First of all, let me point out that at the present that system is absolutely bad, and that the new system does not provide a remedy for the present abuse. I say the present system is absolutely bad, because the father's rule at the present time is absolutely paramount. Even if the spouses have entered into a contract, before marriage that the children should be brought up in one particular faith, that contract is not a contract, enforceable in a Court of Law, for the father's wishes arc paramount, and the contract can be broken. Apart from that, the present law is that if the father and mother have accepted the same religious faith on marriage, and the father subsequently is converted to another faith, his view carries the children with it. This is so even if the common idea of both parents at the time of marriage was that the children should be brought up in the belief that the parents both had. What interested me first in this problem was a case in the Courts which seemed to me to involve tremendous injustice on the wife. Both husband and wife in this particular case were Anglicans at the time of marriage. Some years afterwards, after three or four children had been born, and were under the age, I should think, of nine, the husband became a Roman Catholic and all the children were accordingly brought up in the Roman Catholic faith. That seemed to me to be a hardship on the wife, because there was undoubtedly implied an understanding at the time of the marriage that the children should he brought up in the Anglican faith in which both father and mother then believed. While allowing, therefore, that the present system is bad we have to ask whether the new system is going to provide a solution. In my contention it does not do so at all. The Judge has to decide which is for the greater welfare of the child, whether it should be brought up in the faith of the father or of the mother.

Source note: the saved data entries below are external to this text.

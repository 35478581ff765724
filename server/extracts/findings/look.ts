import type { ColumnCard, ReadingPlan } from "#shared/api/extracts.ts";
import { findMeaning, KEPT, type Meaning } from "#shared/catalogue/header-spellings.ts";
import { isBlankWord } from "../../formats/numbers.ts";
import { numberReader } from "../cells.ts";
import type { PlanProfile } from "../plan-profile.ts";
import type { Sample, SampleColumn } from "../sample.ts";

/** What other extracts say of stars that the sampled rows name as well, row by row of the sample. */
export interface SharedStars {
  readonly count: number;
  /** By key, in the canonical unit; NaN where no other extract has a value. */
  readonly values: ReadonlyMap<string, Float64Array>;
}

/** What is known besides the file and its plan. */
export interface Knowledge {
  readonly shared: SharedStars | null;
  /** What a named plan for the same header was made on. */
  readonly earlier: { readonly name: string; readonly profile: PlanProfile } | null;
}

/** A used column under the plan. */
export interface UsedColumn {
  readonly card: ColumnCard;
  readonly meaning: Meaning;
  readonly shown: SampleColumn;
  /** Rows of the sample whose text is no blank and no mark of one. */
  readonly given: readonly number[];
  /** In the canonical unit, row by row of the sample; NaN for blanks and for what is no number. Empty for texts. */
  readonly values: Float64Array;
  /** Rows whose text should be a number and is none. */
  readonly unread: readonly number[];
}

/** A file as the detectors see it. */
export interface Look {
  readonly sample: Sample;
  readonly plan: ReadingPlan;
  readonly used: readonly UsedColumn[];
  /** Line of each sampled row; 0 where it is not known. */
  readonly lines: readonly number[];
  readonly knowledge: Knowledge;
}

export const NOTHING_KNOWN: Knowledge = { shared: null, earlier: null };

const usedColumn = (
  sample: Sample,
  plan: ReadingPlan,
  card: ColumnCard,
  meaning: Meaning,
): UsedColumn | null => {
  const shown = sample.columns[card.index];
  if (!shown) return null;
  const marks = new Set(card.blankMarks);
  const isGiven = (text: string): boolean => !isBlankWord(text) && !marks.has(text);
  const given = [...shown.texts.keys()].filter((row) => isGiven((shown.texts[row] ?? "").trim()));
  const values = new Float64Array(meaning.kind === "number" ? shown.texts.length : 0).fill(Number.NaN);
  const unread: number[] = [];
  if (meaning.kind === "number") {
    const read = numberReader(card, plan);
    for (const row of given) {
      const value = read(shown.texts[row] ?? "");
      if (value === null) unread.push(row);
      else values[row] = value;
    }
  }
  return { card, meaning, shown, given, values, unread };
};

/** The sampled rows as the plan reads them. */
export const lookAt = (sample: Sample, plan: ReadingPlan, knowledge: Knowledge): Look => ({
  sample,
  plan,
  knowledge,
  lines: sample.rows.map((row) => row.line),
  used: plan.columns.flatMap((card) => {
    const meaning = card.means === KEPT ? undefined : findMeaning(card.means);
    const used = meaning && usedColumn(sample, plan, card, meaning);
    return used ? [used] : [];
  }),
});

export const columnOf = (look: Look, means: string): UsedColumn | undefined =>
  look.used.find((u) => u.card.means === means);

export const textAt = ({ shown }: UsedColumn, row: number): string => (shown.texts[row] ?? "").trim();

/** Rows with a number of which that is true. */
export const rowsWhere = ({ values }: UsedColumn, is: (value: number) => boolean): number[] => {
  const rows: number[] = [];
  for (let row = 0; row < values.length; row++) if (is(values[row] ?? Number.NaN)) rows.push(row);
  return rows;
};

/** The middle of what is finite; NaN of nothing. */
export const median = (values: Iterable<number>): number => {
  const sorted = Float64Array.from(values)
    .filter((v) => Number.isFinite(v))
    .toSorted();
  return sorted.length === 0 ? Number.NaN : (sorted[Math.floor(sorted.length / 2)] ?? Number.NaN);
};

/** Members by a key, in the order in which keys come first. */
export const groupBy = <T, Key>(members: Iterable<T>, keyOf: (member: T) => Key): Map<Key, T[]> => {
  const groups = new Map<Key, T[]>();
  for (const member of members) {
    const key = keyOf(member);
    const group = groups.get(key);
    if (group) group.push(member);
    else groups.set(key, [member]);
  }
  return groups;
};
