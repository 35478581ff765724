import type { Finding } from "#shared/api/extracts.ts";
import { examplesAt, stop } from "./finding.ts";
import { columnOf, type Look, textAt } from "./look.ts";

const SPREADSHEET = /^[+-]?\d[.,]?\d*e\+\d+$/i;
const ROUNDED = /^\d{12,15}0{4,}$/;
/** Largest whole number up to which double precision holds every one. */
const EXACT = 2 ** 53;

const percent = (part: number, whole: number): string => `${Math.round((part / whole) * 1000) / 10} %`;

/** Identifiers that lost digits: in a spreadsheet, or in a column of floating-point numbers. */
export const identifierFindings = (look: Look): Finding[] => {
  const source = columnOf(look, "source_id");
  if (!source || source.given.length === 0) return [];
  const { card, shown, given } = source;
  const isFloat = shown.column.type.startsWith("float");
  const isLost = (row: number): boolean => {
    const text = textAt(source, row);
    return SPREADSHEET.test(text) || ROUNDED.test(text) || (isFloat && Number(text) > EXACT);
  };
  const lost = given.filter(isLost);
  const isDamaged =
    given.some((row) => SPREADSHEET.test(textAt(source, row))) || lost.length > given.length / 2;
  if (!isDamaged) return [];
  return [
    stop(
      "damaged-identifiers",
      isFloat
        ? `These identifiers are kept as ${shown.column.type}, which holds 15 digits at most, and ${percent(lost.length, given.length)} of them are longer. They cannot be repaired.`
        : `These identifiers have been through a spreadsheet, which keeps 15 digits at most: ${percent(lost.length, given.length)} of them have lost the rest. They cannot be repaired.`,
      isFloat
        ? "Write the table again with the identifiers as text or whole numbers of 64 bits."
        : "Bring the file from before the spreadsheet.",
      { column: card.header, count: lost.length, examples: examplesAt(shown, look.lines, lost) },
    ),
  ];
};
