import type { Finding } from "#shared/api/extracts.ts";
import { RADIANS_PER_DEGREE } from "#shared/science/angles.ts";
import { accept, ask, isAccepted, roughly } from "./finding.ts";
import { columnOf, type Look, median, type UsedColumn } from "./look.ts";

const WITH = { value: "with-cos", label: "With cos δ" };
const WITHOUT = { value: "without-cos", label: "Without" };

/** Only there both conventions differ by more than a factor of two. */
const HIGH_DECLINATION = 60;
const LEAST_STARS = 3;
const BETTER = 3;
/** mas/yr: below it everything agrees. */
const LEAST_DIFFERENCE = 1;

/** The middle of how far two columns of motions lie apart, mas/yr. */
const apart = (
  mine: (row: number) => number,
  others: Float64Array,
  rows: readonly number[],
): { middle: number; count: number } => {
  const differences = rows
    .map((row) => Math.abs(mine(row) - (others[row] ?? Number.NaN)))
    .filter((d) => Number.isFinite(d));
  return { middle: median(differences), count: differences.length };
};

/** How well either convention fits what other extracts, which have the cosine, say of stars near a pole. */
const conventions = (
  look: Look,
  pmra: UsedColumn,
): { asWith: number; asWithout: number; count: number } | null => {
  const dec = columnOf(look, "dec");
  const others = look.knowledge.shared?.values.get("pmra");
  if (!dec || !others) return null;
  const rows = [...dec.values.keys()].filter((row) => Math.abs(dec.values[row] ?? 0) >= HIGH_DECLINATION);
  const value = (row: number): number => pmra.values[row] ?? Number.NaN;
  const cosine = (row: number): number => Math.cos((dec.values[row] ?? Number.NaN) * RADIANS_PER_DEGREE);
  const asWith = apart(value, others, rows);
  const asWithout = apart((row) => value(row) * cosine(row), others, rows);
  return asWith.count < LEAST_STARS
    ? null
    : { asWith: asWith.middle, asWithout: asWithout.middle, count: asWith.count };
};

const evidence = (fit: ReturnType<typeof conventions>): string =>
  fit
    ? ` For ${fit.count} shared stars beyond ±${HIGH_DECLINATION}° it differs from the other extracts by ${roughly(fit.asWith)} mas/yr if it is, and by ${roughly(fit.asWithout)} if it is not.`
    : "";

const cosine = (look: Look): Finding[] => {
  const pmra = columnOf(look, "pmra");
  if (!pmra) return [];
  const { hasCosDec, header } = pmra.card;
  const fit = conventions(look, pmra);
  const about = { column: header, count: fit?.count ?? pmra.given.length, answers: [WITH, WITHOUT] };
  if (hasCosDec === null)
    return [
      ask(
        "cos-dec",
        `The file does not say whether “${header}” is multiplied by the cosine of the declination.${evidence(fit)} At δ = 72° a star of 500 mas/yr would be misplaced by 5.0″ in 14.5 years by the wrong choice.`,
        "Say whether it is. Catalogues of the last decades have the cosine in it more often than not.",
        about,
      ),
    ];
  if (!fit || isAccepted(look.plan, "cos-dec-doubt", header)) return [];
  const [chosen, other] = hasCosDec === false ? [fit.asWithout, fit.asWith] : [fit.asWith, fit.asWithout];
  if (chosen < LEAST_DIFFERENCE || chosen < other * BETTER) return [];
  return [
    ask(
      "cos-dec-doubt",
      `“${header}” is read as ${hasCosDec === false ? "not multiplied" : "multiplied"} by the cosine of the declination.${evidence(fit)}`,
      "Change it, or say that it is right.",
      { ...about, answers: [hasCosDec === false ? WITH : WITHOUT, accept("It is right")] },
    ),
  ];
};

const swapped = (look: Look): Finding[] => {
  const [pmra, pmdec] = [columnOf(look, "pmra"), columnOf(look, "pmdec")];
  const { shared } = look.knowledge;
  const [ra, dec] = [shared?.values.get("pmra"), shared?.values.get("pmdec")];
  if (!pmra || !pmdec || !ra || !dec || isAccepted(look.plan, "motions-swapped")) return [];
  const rows = [...pmra.values.keys()];
  const [a, d] = [(r: number) => pmra.values[r] ?? Number.NaN, (r: number) => pmdec.values[r] ?? Number.NaN];
  const straight = apart(a, ra, rows);
  const crossed = Math.max(apart(a, dec, rows).middle, apart(d, ra, rows).middle);
  const asIs = Math.min(straight.middle, apart(d, dec, rows).middle);
  if (straight.count < LEAST_STARS || asIs < LEAST_DIFFERENCE || !(asIs > crossed * BETTER)) return [];
  return [
    ask(
      "motions-swapped",
      `“${pmra.card.header}” and “${pmdec.card.header}” fit the other extracts better when they change places: for ${straight.count} shared stars they differ by ${roughly(crossed)} mas/yr then, and by ${roughly(asIs)} as they stand.`,
      "Say whether they are to change places.",
      {
        column: null,
        count: straight.count,
        answers: [{ value: "swap", label: "Change places" }, accept("They are right as they are")],
      },
    ),
  ];
};

/** The two motions: their convention, and which is which. */
export const motionFindings = (look: Look): Finding[] => [...cosine(look), ...swapped(look)];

How can any judge in the world decide that question when the children are very young and not able to form an opinion for themselves. The father professes one faith and the mother professes another. It is an insoluble problem. I cannot see how any Judge can decide that if absolutely equal weight is to be given to the desire of the mother and of the father. That is the reason why I always press in this question two points which, I think, if they are acceded to, and put into the Bill, do offer a partial solution of this question. I ask the Minister to consider the desirability of adding to this Bill two new points. First of all, that where the spouses at the time of marriage entered into a contract that the child should be brought up in a particular belief, that contract should he upheld unless its performance is waived. The second point is this: that where the husband and wife believe in the same religion at the time of marriage there should be an implied contract that the children should be brought up in that faith unless both parties are willing that the implied contract should be departed from.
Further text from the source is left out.